INSTRUCTIONS FOR THE TASK — What you need to produce from the material below is an exact transcription of the lines from the one with "envelope : Envelope or None" through the one with "mass_class: str", both included, and no other line.

- - -

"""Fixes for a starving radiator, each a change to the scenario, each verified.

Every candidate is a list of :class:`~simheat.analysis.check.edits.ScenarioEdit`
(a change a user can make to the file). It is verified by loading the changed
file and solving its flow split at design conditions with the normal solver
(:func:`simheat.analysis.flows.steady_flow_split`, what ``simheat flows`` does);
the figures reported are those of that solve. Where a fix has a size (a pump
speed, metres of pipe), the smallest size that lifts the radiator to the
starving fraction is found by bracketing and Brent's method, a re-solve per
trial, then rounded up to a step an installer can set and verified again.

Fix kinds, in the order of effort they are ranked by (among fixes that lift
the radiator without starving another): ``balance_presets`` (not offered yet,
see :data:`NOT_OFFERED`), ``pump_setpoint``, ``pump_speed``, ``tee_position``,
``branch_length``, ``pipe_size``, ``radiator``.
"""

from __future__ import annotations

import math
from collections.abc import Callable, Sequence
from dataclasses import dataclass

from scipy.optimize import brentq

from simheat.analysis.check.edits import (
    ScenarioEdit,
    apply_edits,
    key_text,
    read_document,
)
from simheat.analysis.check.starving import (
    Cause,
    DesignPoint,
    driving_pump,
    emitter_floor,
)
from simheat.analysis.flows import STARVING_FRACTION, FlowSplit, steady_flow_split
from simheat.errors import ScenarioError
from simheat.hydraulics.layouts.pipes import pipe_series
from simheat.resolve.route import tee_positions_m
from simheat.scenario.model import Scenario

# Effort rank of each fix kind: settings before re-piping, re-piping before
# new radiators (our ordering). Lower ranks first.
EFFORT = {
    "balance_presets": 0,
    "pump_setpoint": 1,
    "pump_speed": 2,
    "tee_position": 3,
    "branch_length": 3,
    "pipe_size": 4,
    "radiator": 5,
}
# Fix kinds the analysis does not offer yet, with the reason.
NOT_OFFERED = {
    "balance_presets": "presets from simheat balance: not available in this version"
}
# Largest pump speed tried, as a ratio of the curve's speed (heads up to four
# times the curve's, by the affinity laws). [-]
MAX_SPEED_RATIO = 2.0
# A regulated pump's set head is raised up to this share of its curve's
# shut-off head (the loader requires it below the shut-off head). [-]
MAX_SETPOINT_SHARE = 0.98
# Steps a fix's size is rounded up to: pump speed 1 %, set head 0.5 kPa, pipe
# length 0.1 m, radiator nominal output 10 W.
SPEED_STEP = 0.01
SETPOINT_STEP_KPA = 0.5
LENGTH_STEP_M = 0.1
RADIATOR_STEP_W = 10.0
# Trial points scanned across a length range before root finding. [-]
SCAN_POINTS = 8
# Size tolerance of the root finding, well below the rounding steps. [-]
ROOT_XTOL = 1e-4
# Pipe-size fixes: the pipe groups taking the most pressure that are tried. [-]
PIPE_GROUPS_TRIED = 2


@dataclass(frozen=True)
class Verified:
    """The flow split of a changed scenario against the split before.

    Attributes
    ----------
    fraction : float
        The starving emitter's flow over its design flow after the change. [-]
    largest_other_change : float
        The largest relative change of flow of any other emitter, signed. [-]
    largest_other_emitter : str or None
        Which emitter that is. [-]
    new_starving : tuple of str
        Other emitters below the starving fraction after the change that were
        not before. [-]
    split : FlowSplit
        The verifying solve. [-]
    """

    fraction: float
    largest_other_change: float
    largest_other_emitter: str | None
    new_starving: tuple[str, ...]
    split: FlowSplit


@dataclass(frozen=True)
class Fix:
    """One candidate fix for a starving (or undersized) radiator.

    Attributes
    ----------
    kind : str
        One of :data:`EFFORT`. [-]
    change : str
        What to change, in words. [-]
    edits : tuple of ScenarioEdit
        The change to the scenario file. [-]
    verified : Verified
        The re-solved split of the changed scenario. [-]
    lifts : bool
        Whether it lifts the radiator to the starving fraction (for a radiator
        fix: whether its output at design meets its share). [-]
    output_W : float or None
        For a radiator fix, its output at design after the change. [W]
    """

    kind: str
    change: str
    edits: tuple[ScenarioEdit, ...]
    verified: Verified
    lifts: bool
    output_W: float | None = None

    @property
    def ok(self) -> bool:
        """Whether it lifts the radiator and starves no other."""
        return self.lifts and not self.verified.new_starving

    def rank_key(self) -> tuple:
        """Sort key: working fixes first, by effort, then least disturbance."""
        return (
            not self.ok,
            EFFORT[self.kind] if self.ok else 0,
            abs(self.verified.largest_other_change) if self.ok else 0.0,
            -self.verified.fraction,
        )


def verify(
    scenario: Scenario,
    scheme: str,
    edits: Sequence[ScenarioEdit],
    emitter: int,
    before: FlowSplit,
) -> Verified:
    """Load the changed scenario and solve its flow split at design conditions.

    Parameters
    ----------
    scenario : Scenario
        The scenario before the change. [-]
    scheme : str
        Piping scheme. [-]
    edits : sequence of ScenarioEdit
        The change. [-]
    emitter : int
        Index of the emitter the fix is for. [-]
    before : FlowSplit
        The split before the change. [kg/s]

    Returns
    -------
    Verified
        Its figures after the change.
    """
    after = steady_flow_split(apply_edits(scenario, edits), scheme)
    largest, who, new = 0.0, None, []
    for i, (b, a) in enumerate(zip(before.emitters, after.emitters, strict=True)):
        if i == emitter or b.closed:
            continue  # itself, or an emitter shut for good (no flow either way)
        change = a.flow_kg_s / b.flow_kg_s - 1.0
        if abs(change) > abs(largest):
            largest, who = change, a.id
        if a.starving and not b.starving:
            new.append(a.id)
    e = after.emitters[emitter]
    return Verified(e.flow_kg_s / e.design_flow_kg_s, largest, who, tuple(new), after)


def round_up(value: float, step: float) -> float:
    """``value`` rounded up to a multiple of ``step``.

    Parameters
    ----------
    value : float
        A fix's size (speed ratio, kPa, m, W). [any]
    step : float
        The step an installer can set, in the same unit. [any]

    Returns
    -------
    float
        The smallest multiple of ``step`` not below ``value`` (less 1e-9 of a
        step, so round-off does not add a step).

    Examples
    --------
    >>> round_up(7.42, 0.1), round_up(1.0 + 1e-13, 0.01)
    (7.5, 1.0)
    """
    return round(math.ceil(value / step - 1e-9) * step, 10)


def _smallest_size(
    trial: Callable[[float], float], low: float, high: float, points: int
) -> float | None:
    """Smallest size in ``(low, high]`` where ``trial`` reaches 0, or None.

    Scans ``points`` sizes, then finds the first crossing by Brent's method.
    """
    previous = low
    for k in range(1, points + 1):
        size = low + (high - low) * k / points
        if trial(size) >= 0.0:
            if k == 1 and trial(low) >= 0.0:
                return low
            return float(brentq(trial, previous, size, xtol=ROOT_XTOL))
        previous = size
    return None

- - -

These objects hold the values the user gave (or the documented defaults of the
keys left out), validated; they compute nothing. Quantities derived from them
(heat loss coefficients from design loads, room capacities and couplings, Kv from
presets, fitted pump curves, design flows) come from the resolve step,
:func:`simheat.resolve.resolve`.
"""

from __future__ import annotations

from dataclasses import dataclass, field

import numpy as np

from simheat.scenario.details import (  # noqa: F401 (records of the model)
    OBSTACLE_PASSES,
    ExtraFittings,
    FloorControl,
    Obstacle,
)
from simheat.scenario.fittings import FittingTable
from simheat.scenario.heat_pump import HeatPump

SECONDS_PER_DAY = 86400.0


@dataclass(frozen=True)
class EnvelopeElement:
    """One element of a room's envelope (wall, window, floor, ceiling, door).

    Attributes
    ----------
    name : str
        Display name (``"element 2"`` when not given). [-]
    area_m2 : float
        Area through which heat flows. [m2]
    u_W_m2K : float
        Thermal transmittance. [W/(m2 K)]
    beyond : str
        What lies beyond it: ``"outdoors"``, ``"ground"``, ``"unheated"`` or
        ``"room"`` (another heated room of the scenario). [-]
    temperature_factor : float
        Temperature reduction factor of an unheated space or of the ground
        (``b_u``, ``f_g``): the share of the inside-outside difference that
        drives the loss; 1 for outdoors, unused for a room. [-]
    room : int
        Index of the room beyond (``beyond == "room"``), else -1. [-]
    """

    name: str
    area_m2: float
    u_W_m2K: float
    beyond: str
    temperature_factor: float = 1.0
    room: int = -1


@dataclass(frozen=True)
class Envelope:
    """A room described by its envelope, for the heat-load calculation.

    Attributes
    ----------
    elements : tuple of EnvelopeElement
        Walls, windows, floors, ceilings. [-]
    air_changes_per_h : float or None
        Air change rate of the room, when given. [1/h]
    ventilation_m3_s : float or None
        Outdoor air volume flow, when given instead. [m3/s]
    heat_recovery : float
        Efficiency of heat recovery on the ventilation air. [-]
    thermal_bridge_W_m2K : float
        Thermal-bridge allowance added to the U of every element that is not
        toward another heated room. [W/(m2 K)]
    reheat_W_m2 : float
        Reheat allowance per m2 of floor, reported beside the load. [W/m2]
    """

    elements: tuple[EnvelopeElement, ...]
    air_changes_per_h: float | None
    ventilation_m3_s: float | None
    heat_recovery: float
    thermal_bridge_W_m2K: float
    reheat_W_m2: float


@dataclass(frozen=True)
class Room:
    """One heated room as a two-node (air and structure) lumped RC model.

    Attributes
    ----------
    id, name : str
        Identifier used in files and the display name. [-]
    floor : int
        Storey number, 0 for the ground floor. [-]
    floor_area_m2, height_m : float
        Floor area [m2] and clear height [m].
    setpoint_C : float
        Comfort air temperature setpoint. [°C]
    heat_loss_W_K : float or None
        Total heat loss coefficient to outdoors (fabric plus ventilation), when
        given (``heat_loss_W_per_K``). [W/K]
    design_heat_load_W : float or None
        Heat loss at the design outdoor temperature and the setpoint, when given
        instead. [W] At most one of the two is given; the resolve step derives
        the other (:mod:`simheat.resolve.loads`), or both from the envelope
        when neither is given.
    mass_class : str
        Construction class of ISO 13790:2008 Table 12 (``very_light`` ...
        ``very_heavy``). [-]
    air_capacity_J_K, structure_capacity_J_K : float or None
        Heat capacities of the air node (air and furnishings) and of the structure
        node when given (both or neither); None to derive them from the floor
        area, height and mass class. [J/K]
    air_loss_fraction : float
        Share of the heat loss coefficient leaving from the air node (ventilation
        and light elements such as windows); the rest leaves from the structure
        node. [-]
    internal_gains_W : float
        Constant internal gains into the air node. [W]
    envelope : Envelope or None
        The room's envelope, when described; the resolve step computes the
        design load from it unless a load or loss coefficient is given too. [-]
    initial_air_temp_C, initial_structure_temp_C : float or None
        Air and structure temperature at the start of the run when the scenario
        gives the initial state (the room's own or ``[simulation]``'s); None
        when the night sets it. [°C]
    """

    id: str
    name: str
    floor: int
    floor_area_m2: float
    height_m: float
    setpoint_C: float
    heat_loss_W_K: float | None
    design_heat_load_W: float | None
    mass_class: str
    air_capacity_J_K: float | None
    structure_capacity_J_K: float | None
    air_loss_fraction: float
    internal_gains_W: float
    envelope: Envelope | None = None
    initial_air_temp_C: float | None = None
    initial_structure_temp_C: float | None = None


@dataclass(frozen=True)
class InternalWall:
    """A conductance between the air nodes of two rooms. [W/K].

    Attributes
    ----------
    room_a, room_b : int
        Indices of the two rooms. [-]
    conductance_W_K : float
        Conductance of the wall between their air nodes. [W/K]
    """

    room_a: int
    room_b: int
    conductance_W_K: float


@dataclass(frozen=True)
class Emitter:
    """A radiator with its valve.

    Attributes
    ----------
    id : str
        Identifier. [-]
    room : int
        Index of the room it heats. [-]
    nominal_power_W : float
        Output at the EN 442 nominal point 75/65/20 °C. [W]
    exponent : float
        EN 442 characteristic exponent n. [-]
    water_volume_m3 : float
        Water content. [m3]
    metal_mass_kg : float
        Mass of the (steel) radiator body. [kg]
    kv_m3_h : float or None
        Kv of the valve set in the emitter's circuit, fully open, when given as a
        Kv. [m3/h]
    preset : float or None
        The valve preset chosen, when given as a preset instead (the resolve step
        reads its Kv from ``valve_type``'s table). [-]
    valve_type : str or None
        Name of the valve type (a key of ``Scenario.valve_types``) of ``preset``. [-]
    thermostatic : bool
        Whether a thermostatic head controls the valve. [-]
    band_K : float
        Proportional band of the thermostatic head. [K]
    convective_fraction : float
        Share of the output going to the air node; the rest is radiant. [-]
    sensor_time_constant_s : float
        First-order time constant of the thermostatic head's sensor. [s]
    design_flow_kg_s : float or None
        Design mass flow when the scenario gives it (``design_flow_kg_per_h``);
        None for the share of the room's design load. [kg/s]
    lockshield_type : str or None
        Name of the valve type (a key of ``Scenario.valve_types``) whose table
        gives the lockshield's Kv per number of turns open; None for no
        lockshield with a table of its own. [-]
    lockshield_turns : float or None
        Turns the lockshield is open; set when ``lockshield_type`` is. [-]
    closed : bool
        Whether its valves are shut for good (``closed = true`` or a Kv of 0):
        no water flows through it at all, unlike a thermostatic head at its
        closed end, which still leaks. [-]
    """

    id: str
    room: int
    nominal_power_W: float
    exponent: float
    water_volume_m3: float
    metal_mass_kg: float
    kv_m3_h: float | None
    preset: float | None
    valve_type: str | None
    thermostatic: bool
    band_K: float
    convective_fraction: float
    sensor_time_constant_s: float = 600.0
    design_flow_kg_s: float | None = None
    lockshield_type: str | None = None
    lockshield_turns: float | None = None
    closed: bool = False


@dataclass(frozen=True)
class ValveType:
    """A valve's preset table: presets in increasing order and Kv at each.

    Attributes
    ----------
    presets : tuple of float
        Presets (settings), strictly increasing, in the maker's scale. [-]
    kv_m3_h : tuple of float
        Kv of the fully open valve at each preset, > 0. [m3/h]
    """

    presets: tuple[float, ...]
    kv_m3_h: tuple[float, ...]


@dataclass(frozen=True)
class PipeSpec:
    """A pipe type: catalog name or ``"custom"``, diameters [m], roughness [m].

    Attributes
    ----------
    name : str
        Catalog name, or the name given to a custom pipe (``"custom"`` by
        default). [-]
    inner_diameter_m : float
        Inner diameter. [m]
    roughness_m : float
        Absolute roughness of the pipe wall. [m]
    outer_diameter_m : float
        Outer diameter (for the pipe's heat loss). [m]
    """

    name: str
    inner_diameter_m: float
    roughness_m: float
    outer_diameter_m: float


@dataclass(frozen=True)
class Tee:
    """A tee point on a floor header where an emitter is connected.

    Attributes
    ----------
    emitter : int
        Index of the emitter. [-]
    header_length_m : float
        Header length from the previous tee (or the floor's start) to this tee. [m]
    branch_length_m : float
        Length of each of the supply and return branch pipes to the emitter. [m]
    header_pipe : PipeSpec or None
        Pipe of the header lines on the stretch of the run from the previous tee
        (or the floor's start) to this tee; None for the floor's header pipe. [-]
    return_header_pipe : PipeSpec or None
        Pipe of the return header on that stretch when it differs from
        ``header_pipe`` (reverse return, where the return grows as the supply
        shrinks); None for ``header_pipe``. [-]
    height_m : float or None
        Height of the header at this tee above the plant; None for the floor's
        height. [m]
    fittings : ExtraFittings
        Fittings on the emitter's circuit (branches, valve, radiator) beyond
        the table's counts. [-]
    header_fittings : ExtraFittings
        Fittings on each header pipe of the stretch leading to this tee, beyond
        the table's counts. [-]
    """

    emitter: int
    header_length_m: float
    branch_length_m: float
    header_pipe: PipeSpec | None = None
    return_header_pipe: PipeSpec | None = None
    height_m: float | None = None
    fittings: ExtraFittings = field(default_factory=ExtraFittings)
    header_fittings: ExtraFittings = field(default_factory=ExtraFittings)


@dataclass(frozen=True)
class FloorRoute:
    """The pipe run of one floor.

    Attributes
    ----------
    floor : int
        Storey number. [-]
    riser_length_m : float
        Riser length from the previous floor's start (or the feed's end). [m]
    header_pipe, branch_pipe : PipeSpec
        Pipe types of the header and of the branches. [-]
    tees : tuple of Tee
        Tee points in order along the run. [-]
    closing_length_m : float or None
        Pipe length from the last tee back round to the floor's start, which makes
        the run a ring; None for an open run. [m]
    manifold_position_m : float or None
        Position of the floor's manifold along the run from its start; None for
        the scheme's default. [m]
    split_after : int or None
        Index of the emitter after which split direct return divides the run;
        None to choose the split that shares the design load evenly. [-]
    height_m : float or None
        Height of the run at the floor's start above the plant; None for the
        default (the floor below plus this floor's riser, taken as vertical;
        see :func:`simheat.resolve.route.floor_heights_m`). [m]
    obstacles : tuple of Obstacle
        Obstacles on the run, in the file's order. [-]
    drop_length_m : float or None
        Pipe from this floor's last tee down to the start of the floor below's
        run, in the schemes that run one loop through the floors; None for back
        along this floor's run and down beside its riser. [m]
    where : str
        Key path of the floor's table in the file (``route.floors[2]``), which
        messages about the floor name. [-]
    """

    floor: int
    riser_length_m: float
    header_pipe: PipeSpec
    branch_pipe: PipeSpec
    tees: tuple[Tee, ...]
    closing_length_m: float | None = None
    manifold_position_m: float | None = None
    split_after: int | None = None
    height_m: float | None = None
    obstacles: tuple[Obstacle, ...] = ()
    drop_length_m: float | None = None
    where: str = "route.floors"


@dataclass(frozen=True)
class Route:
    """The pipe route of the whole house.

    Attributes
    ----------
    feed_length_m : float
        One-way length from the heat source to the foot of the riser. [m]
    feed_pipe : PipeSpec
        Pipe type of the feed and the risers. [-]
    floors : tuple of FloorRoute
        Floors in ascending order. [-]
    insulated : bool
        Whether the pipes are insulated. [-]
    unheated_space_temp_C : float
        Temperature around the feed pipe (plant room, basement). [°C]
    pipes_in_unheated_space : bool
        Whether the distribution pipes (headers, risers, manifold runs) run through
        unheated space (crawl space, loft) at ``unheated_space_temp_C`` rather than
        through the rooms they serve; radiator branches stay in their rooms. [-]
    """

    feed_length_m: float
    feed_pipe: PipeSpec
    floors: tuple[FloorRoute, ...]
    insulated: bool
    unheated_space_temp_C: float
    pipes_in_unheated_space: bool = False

- - -

SOLUTION FOR THIS TASK —
    envelope : Envelope or None
        The room's envelope, when described; the resolve step computes the
        design load from it unless a load or loss coefficient is given too. [-]
    initial_air_temp_C, initial_structure_temp_C : float or None
        Air and structure temperature at the start of the run when the scenario
        gives the initial state (the room's own or ``[simulation]``'s); None
        when the night sets it. [°C]
    """

    id: str
    name: str
    floor: int
    floor_area_m2: float
    height_m: float
    setpoint_C: float
    heat_loss_W_K: float | None
    design_heat_load_W: float | None
    mass_class: str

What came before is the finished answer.